Several strategies exist for maintaining transitive reachability under updates:

- **Full recomputation**: Rerun BFS/DFS from all roots after every change. Correct and simple, but wasteful when changes are localized. The empirical results show the incremental algorithm traverses only 16.7% of the edges that full recomputation would visit.

- **Reference counting**: Track the number of paths reaching each node and remove it when the count drops to zero. This is efficient for pure deletions but fails in the presence of cycles (counts never reach zero) and does not naturally handle the case where a node loses one path but retains another through a different predecessor — precisely the re-derivation scenario that occurs in 61% of waves here.

- **DFS-based marking**: Mark nodes as "dirty" and re-verify reachability via DFS from roots. This avoids false deletions but may revisit large portions of the graph when many nodes are marked dirty, offering less control over the re-derivation scope than the delete-then-rederive approach.

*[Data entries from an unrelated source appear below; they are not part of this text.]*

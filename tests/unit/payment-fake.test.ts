import { mkdtempSync, readFileSync, rmSync, statSync, writeFileSync } from 'node:fs'
import { createServer, type Server } from 'node:http'
import type { AddressInfo } from 'node:net'
import { tmpdir } from 'node:os'
import { join } from 'node:path'
import Stripe from 'stripe'
import { afterAll, beforeAll, describe, expect, it } from 'vitest'
// @ts-expect-error plain ESM script without types
import { API_VERSION, installWebhookSecret, parseForm, startPaymentFake } from '../../scripts/payment-fake.mjs'

// The local payment-provider fake, driven through the provider's real Node SDK, with a tiny
// webhook receiver standing in for the app.
const SECRET = 'whsec_rillbook_fake_test_secret'
const KEY = 'sk_test_rillbook_fake'

interface Delivery { body: string, signature: string, event: Stripe.Event }
const deliveries: Delivery[] = []
let failNextDeliveries = 0
let receiver: Server
let hookUrl = ''
let dir = ''
let fake: { port: number, url: string, close(): Promise<void> }
let stripe: Stripe

function client(key = KEY, port = fake.port) {
  return new Stripe(key, { host: '127.0.0.1', port, protocol: 'http', maxNetworkRetries: 0, telemetry: false })
}

async function waitFor<T>(what: string, probe: () => T | undefined | false, ms = 3000): Promise<T> {
  const end = Date.now() + ms
  for (;;) {
    const value = probe()
    if (value) return value
    if (Date.now() > end) throw new Error(`timed out waiting for ${what}`)
    await new Promise(r => setTimeout(r, 20))
  }
}
const deliveriesOf = (type: string, invoiceId: string) =>
  deliveries.filter(d => d.event.type === type && (d.event.data.object as { id?: string }).id === invoiceId)

async function control(path: string, body?: unknown) {
  const res = await fetch(`${fake.url}/__fake/${path}`, body === undefined
    ? {}
    : { method: 'POST', headers: { 'Content-Type': 'application/json' }, body: JSON.stringify(body) })
  return { status: res.status, json: await res.json() as any }
}
async function payPage(invoiceId: string, card?: string) {
  const res = await fetch(`${fake.url}/pay/${invoiceId}`, card === undefined
    ? {}
    : { method: 'POST', headers: { 'Content-Type': 'application/x-www-form-urlencoded' }, body: new URLSearchParams({ card }) })
  return { status: res.status, html: await res.text() }
}

/** A finalized invoice of 120.00 minus a 15.00 discount, ready to pay. */
async function openInvoice(metadata: Record<string, string> = {}) {
  const customer = await stripe.customers.create({ name: 'Dana Reed', email: 'dana@example.test', metadata: { customer_id: 'c-1' } })
  const draft = await stripe.invoices.create({
    customer: customer.id, collection_method: 'send_invoice', days_until_due: 30, currency: 'usd',
    description: 'Spring opening', metadata: { invoice_id: 'inv-1', ...metadata }, auto_advance: false,
  })
  await stripe.invoiceItems.create({ customer: customer.id, invoice: draft.id, amount: 12000, currency: 'usd', description: 'Spring opening visit' })
  await stripe.invoiceItems.create({ customer: customer.id, invoice: draft.id, amount: -1500, currency: 'usd', description: 'Loyalty discount' })
  const invoice = await stripe.invoices.finalizeInvoice(draft.id)
  return { customer, draft, invoice }
}
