async function main(): Promise<void> {
  const events = envCount('HEADROOM_BENCH_E2E_EVENTS', 1_000_000);
  const pairs = envCount('HEADROOM_BENCH_E2E_PAIRS', 3);
  const profDir = process.env.HEADROOM_BENCH_E2E_CPU_PROF ? resolve(process.env.HEADROOM_BENCH_E2E_CPU_PROF) : undefined;
  if (profDir !== undefined) mkdirSync(profDir, { recursive: true });

  const kafkaBrokers = await benchBrokers();
  const brokers = kafkaBrokers.brokers;
  const kafka = new Kafka({ clientId: 'headroom-bench-fill', brokers, logLevel: logLevel.WARN });
  const admin = kafka.admin();
  const topic = uniqueName('bench-e2e');
  try {
    await admin.connect();
    await admin.createTopics({ topics: [{ topic, numPartitions: PARTITIONS, replicationFactor: 1 }], waitForLeaders: true });
    const filled = await fill(kafka, topic, events);
    const highs = (await admin.fetchTopicOffsets(topic)).sort((a, b) => a.partition - b.partition).map((p) => Number(p.high));
    const total = highs.reduce((a, b) => a + b, 0);
    if (total !== events) throw new Error(`the topic holds ${total} messages, ${events} were produced`);
    console.log(
      `fill: ${events.toLocaleString()} events (${(filled.bytes / 1e6).toFixed(0)} MB, ${PARTITIONS} partitions, acks 1, no compression) ` +
        `in ${(filled.ms / 1000).toFixed(1)} s = ${kps(events, filled.ms)}`,
    );

    const order: Kind[] = [];
    for (let p = 0; p < pairs; p += 1) order.push(...(p % 2 === 0 ? (['watcher', 'bare'] as const) : (['bare', 'watcher'] as const)));
    const results: RunResult[] = [];
    for (const [i, kind] of order.entries()) {
      const r = await spawnRun(kind, brokers, topic, highs, i + 1, profDir);
      results.push(r);
      const flag = r.seen === r.messages ? '' : `  (saw ${r.seen}, expected ${r.messages}!)`;
      console.log(`  run ${i + 1} ${kind.padEnd(7)} ${kps(r.messages, r.ms)}  ${(r.ms / 1000).toFixed(2)} s, CPU ${(r.cpuMs / 1000).toFixed(2)} s (first message at ${(r.firstMs / 1000).toFixed(2)} s; ${r.note})${flag}`);
    }
    const ratios: number[] = [];
    const cpuRatios: number[] = [];
    for (let p = 0; p < pairs; p += 1) {
      const pair = [results[2 * p], results[2 * p + 1]] as [RunResult, RunResult];
      const w = pair.find((r) => r.kind === 'watcher') as RunResult;
      const b = pair.find((r) => r.kind === 'bare') as RunResult;
      ratios.push(b.ms / w.ms);
      cpuRatios.push(b.cpuMs / w.cpuMs);
    }
    const rates = (kind: Kind): number[] => results.filter((r) => r.kind === kind).map((r) => r.messages / r.ms);
    console.log(`median: watcher ${kps(median(rates('watcher')), 1)}; bare eachBatch + JSON.parse ${kps(median(rates('bare')), 1)}`);
    console.log(`ratio watcher / bare (events/s) per pair: ${ratios.map((r) => r.toFixed(2)).join(', ')}; median ${median(ratios).toFixed(2)}  (target >= 0.8)`);
    console.log(`ratio of CPU time bare / watcher per pair: ${cpuRatios.map((r) => r.toFixed(2)).join(', ')}; median ${median(cpuRatios).toFixed(2)}`);
    if (profDir !== undefined) console.log(`CPU profiles in ${profDir}`);
    await admin.deleteTopics({ topics: [topic] }).catch(() => undefined);
  } finally {
    await admin.disconnect();
    await kafkaBrokers.stop();
  }
}

const arg = (name: string): string | undefined => process.argv.find((a) => a.startsWith(`--${name}=`))?.slice(name.length + 3);
const childKind = arg('child');
const run =
  childKind === 'watcher' || childKind === 'bare'
    ? child(childKind, (arg('brokers') ?? '').split(','), arg('topic') ?? '', (arg('highs') ?? '').split(',').map(Number))
    : main();
run.catch((error: unknown) => {
  console.error(error instanceof Error ? (error.stack ?? error.message) : String(error));
  process.exitCode = 1;
});
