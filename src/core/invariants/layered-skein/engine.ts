/**
 * Skein polynomials (HOMFLY-PT, Kauffman, Dubrovnik) by contraction in the
 * skein module of a disk.
 *
 * Crossings are absorbed one at a time into a growing disk R of the plane. The
 * part of the diagram inside R is a tangle whose 2m ends lie on ∂R, and it is
 * kept as a linear combination of *layered tangles*: arcs joining the ends in
 * pairs, each arc in a horizontal slab of its own, stacked in a fixed
 * (canonical) order. That layered (totally descending) tangles span the skein
 * module of the disk is the descending-diagram argument of Lickorish and Millett
 * (Topology 26, 1987) for the HOMFLY-PT polynomial, and its unoriented form for
 * the Kauffman polynomial (Kauffman, Trans. AMS 318, 1990). A layered tangle is
 * fixed by its pairing and its stacking order alone, so the state of the
 * contraction is a map from pairings to polynomials: at most m! states for
 * oriented arcs, (2m − 1)!! for unoriented ones, where 2m is the boundary width,
 * never 2^crossings.
 *
 * Absorbing a crossing X is a short sequence of moves on the boundary: a new
 * small arc (cup), a crossing of the strands at two neighbouring ends, and the
 * closing of two neighbouring ends (cap). Each move maps a layered tangle to a
 * tangle that is layered in some order; bringing that order back to the
 * canonical one swaps arcs adjacent in the stacking, and two arcs whose chords
 * cross change places by one skein relation at their one crossing.
 *
 * Positions on ∂R are numbered counterclockwise. An arc is drawn as the chord
 * between its ends, so two arcs cross exactly when their ends interleave, and
 * the crossing's sign and its A/B smoothings follow from the cyclic order of
 * the four ends. The disk stays a disk because each absorbed crossing meets R
 * in a run of consecutive ends through consecutive slots (an "ear"); a planar
 * connected diagram always has one.
 */
import { indexDiagram, slotIsIncoming, type LinkDiagram, type Sign } from '../../diagram/model.ts';
import { InputError } from '../../errors.ts';
import { addProductInto, Laurent2 } from '../../poly/laurent2.ts';

/** The local rules of one skein polynomial, in its own variables. */
export interface SkeinRules {
  /** Oriented (HOMFLY-PT) or unoriented (Kauffman, Dubrovnik) arcs. */
  readonly oriented: boolean;
  /** The value of a crossingless loop beside the rest. */
  readonly loop: Laurent2;
  /** Removing a curl of sign ε multiplies by this (1 for an ambient isotopy invariant). */
  curl(sign: Sign): Laurent2;
  /**
   * L(X) = switched·L(X̄) + smoothA·L(X_A) + smoothB·L(X_B) for a crossing X of sign ε;
   * X_A joins slots 0–1 and 2–3, X_B joins 0–3 and 1–2. Unoriented rules ignore ε.
   */
  crossing(sign: Sign): { readonly switched: Laurent2; readonly smoothA: Laurent2; readonly smoothB: Laurent2 };
}

export interface ContractionLimits {
  /** Largest boundary width (open ends) allowed. */
  readonly maxWidth: number;
  /** Largest number of (state, move) steps allowed in total: the work budget. */
  readonly maxWork: number;
}

export interface ContractionResult {
  /** The value with every closed loop counted as `loop` (so the unknot gives `loop`). */
  readonly value: Laurent2;
  /** The widest boundary met. */
  readonly width: number;
  /** Largest number of states held at once. */
  readonly states: number;
  /** Work units spent (term products and skein moves), the quantity the budget limits. */
  readonly work: number;
}

/** A linear combination of canonical layered tangles, keyed by their pairing. */
type Combination = Map<string, Laurent2>;

/** partner[p]: the other end of the arc at position p. An arc is named by its lower end. */
type Pairing = readonly number[];

/** Arcs (by name) from top to bottom. */
type Stacking = readonly number[];

export class OverLimit extends Error {}

/** The value of one connected piece of a diagram (crossings > 0, no free loops). */
export function contractPiece(d: LinkDiagram, rules: SkeinRules, limits: ContractionLimits): ContractionResult {
  // A summand drawn inside a face beside a crossing can leave no ear on the way in; another
  // starting crossing then reaches it from inside.
  for (let start = 0; ; start++) {
    try {
      return new Contraction(d, rules, limits, start).run();
    } catch (error) {
      if (!(error instanceof NoEar) || start + 1 >= d.crossings.length) throw error;
    }
  }
}

class NoEar extends Error {}

function pairingKey(partner: Pairing): string {
  return String.fromCharCode(...partner);
}

function pairingOf(key: string): number[] {
  const partner = new Array<number>(key.length);
  for (let i = 0; i < key.length; i++) partner[i] = key.charCodeAt(i);
  return partner;
}

/** The canonical stacking: arcs by their lower end, the lowest on top. */
function canonicalStacking(partner: Pairing): number[] {
  const arcs: number[] = [];
  for (let p = 0; p < partner.length; p++) if (partner[p]! > p) arcs.push(p);
  return arcs;
}

function interleave(p1: number, q1: number, p2: number, q2: number): boolean {
  const [a, b] = p1 < q1 ? [p1, q1] : [q1, p1];
  const inside = (x: number): boolean => a < x && x < b;
  return inside(p2) !== inside(q2);
}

The delete-then-rederive strategy used here combines the simplicity of pessimistic deletion with efficient recovery via the predecessor map, avoiding the cycle problems of reference counting and the unbounded re-traversal of DFS marking.

## Limitations

1. Results are from a single replay corpus and commit ordering. Different projects or change patterns may yield different efficiency ratios.
2. Work counters (node pops, edge scans) are algorithmic proxies, not hardware-level measurements.

## Conclusion

The incremental fixpoint algorithm maintains exact transitive closure through a delete-then-rederive strategy that is both simple to reason about and effective in practice. Assertion-enabled replay over 56 real commits confirms correctness, while metrics show an 83% reduction in edge traversals compared to full recomputation. The data also reveals that re-derivation is a routine operation (occurring in 61% of waves) rather than a rare edge case, validating the algorithm's two-pass design.

The primary optimization opportunity lies in reducing node-side bookkeeping overhead, which currently runs near the full-recomputation baseline despite the large edge-work savings.